Around the same time, I read articles about the environmental impacts of consumerism. The clothing industry’s model of “fast fashion” is wreaking havoc on our landfills and generating a huge amount of waste. How could I refresh my wardrobe without contributing to an ever-growing ecological issue?

Buy used.

Sounds great – looking good for a fraction of retail and helping the planet. Yay! But spending hours combing thrift stores… I don’t have time for that. So I explored my options and made it a personal goal to buy only used clothes for an entire year.
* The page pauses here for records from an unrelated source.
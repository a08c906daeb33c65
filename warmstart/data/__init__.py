"""Data files in: reading tables, and the columns a profile or model sees."""
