"""The DuckDB archive of tuning history (store, ingest, queries, curation).

Names are imported on first use, so ``warmstart.archive.location`` (the
default path) can be read without loading DuckDB or pandas.
"""

from __future__ import annotations

import importlib
from typing import Any

_WHERE = {
    "Archive": "warmstart.archive.store",
    "SCHEMA_VERSION": "warmstart.archive.store",
    "fingerprint": "warmstart.archive.store",
    "DEFAULT_ARCHIVE": "warmstart.archive.location",
    "default_archive_path": "warmstart.archive.location",
}

__all__ = sorted(_WHERE)


def __getattr__(name: str) -> Any:
    module = _WHERE.get(name)
    if module is None:
        raise AttributeError(f"module 'warmstart.archive' has no attribute {name!r}")
    return getattr(importlib.import_module(module), name)
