"""Read-only questions to the archive: which past tasks resemble a new one
(:func:`similar_tasks`, :func:`neighbors`) and which configs did well across
many past tasks (:func:`defaults`).

:func:`similar_tasks` is the one place a similarity to a profile is computed
from the archive: ``neighbors`` prints it, ``defaults`` weighs tasks by it and
the prior builder (:mod:`warmstart.archive.sources`) weights its sources by it.

Only profiles of the current :data:`~warmstart.profile.PROFILE_VERSION` and of
the same task kind are compared; tasks profiled by another version are left
out and said so in ``frame.attrs["notes"]``. The standardised profile matrix
is built once per archive state and cached, so repeated queries cost a
vectorised distance computation and two small SQL look-ups.
"""

from __future__ import annotations

import json
import threading
import uuid
from collections import OrderedDict
from typing import Mapping

import numpy as np
import pandas as pd

from warmstart.errors import ArchiveError, ProfileError
from warmstart.profile import PROFILE_VERSION, profile_kind
from warmstart.similarity import ProfileIndex

__all__ = ["similar_tasks", "neighbors", "defaults", "learners", "profile_index", "clear_cache"]

NEIGHBOR_COLUMNS = [
    "task_id", "task", "distance", "similarity", "n_studies", "study_ids", "trial_count", "best_score", "metric",
]
DEFAULT_COLUMNS = ["config", "shrunk_quantile", "mean_quantile", "n_tasks", "trial_count", "weight"]
PSEUDO_TASKS = 1.0  # neutral pseudo-observations behind the ranking of defaults (a Bayesian average, common practice)
_CACHE: OrderedDict = OrderedDict()
_CACHE_LOCK = threading.Lock()
_CACHE_SIZE = 16


def _cached(key: tuple, compute):
    with _CACHE_LOCK:  # threads of one process (the team service) share the cache
        if key in _CACHE:
            _CACHE.move_to_end(key)
            return _CACHE[key]
    value = compute()  # outside the lock: two threads may both compute a missing entry, never corrupt it
    with _CACHE_LOCK:
        _CACHE[key] = value
        while len(_CACHE) > _CACHE_SIZE:
            _CACHE.popitem(last=False)
    return value


def _studies_state(archive) -> tuple:
    """Cheap fingerprint of the studies table (rows are only appended or deleted)."""
    con = archive.con
    return (archive.path, id(con)) + con.execute(
        "SELECT count(*), max(rowid), sum(task_id) FROM studies"
    ).fetchall()[0]


def learners(archive, state: tuple | None = None) -> list[str]:
    """Learners that have at least one study in the archive, sorted."""
    state = state or _studies_state(archive)
    return _cached(
        ("learners",) + state,
        lambda: [r[0] for r in archive.con.execute("SELECT DISTINCT learner FROM studies ORDER BY 1").fetchall()],
    )


def _check_learner(archive, learner: str, state: tuple | None = None) -> None:
    known = learners(archive, state)
    if learner not in known:
        listed = ", ".join(known) if known else "none yet (ingest or tune a study first)"
        raise ArchiveError(f"no studies of learner {learner!r} in {archive.path}; learners with studies: {listed}")
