"""What a DuckDB error says about an archive file, written once.

DuckDB reports a file held by another writer, a file that is not a database
and a damaged file as exceptions whose class and text vary; the functions here
turn them into warmstart's errors, naming the file and what to do.
"""

from __future__ import annotations

__all__ = ["first_line"]


def first_line(exc: BaseException) -> str:
    """The first line of an exception's text (its class name when it has none)."""
    text = str(exc).strip()
    return text.splitlines()[0] if text else type(exc).__name__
Here are my tips and tricks for refreshing your closet with quality pieces while keeping your New Year’s Resolution of saving cash.

Where I shopped:

  • Online resale stores – thredup.com and swap.com have hundreds of thousands of items to browse through in the comfort of my own home. I’m able to search for specific items, colors, brands, etc. Nervous about buying clothes online? ThredUp has measurements for each item, so I don’t have to be surprised by a skirt that’s too short.
  • Consignment stores – Local stores such as Clothes Mentor, Fashionista Exchange, and Clothz Minded (and more!) have a totally different vibe and operation than thrift stores. Consignment stores are selective about items and brands, so they’re a good option for in-person shopping.
  • Personal online sales – Sometimes people are cleaning out their closets or even resell thrift store finds via Instagram or Facebook. I bought several things this way through friends or random Instagram sellers. A benefit of this is that it’s more personal, so I can ask questions about the fit of an item or the measurements. (a PayPal account is a must for this method)

How I tried trends:

  • There were a couple very specific trends I wanted to try, but my online go-to’s and local consignment store were coming up empty. So I turned to a new source: eBay. I was able to do specific searches and find my desired items. For example, I was curious about Lularoe, and I was able to find several options on eBay for a fraction of new. I also scored a pair of distressed maternity jeans in the last two seconds of an auction – thrilling!

How this saves money:

  • Minimizes impulse purchases – I don’t just walk through Target and magically find a new shirt in my cart. And I love sales, but an online ad can’t entice me to click on something I wasn’t actually planning to buy. Shopping used requires a little more effort, so those impulse splurges are off the table.
  • Discount of used – Pre-owned clothes are just cheaper than new, period. I regret not tracking throughout the year, but I’d estimate I saved almost $400 since I was paying an average of 50-70% off retail prices.

Shopping and buying new clothes is fun for me! So I found a way to do it while sticking to my budget. It was a challenge at times, but at the end of the year, I feel good about the economical and ecological advantages of my pre-worn wardrobe. Plus, I feel good in items that look great and fit well.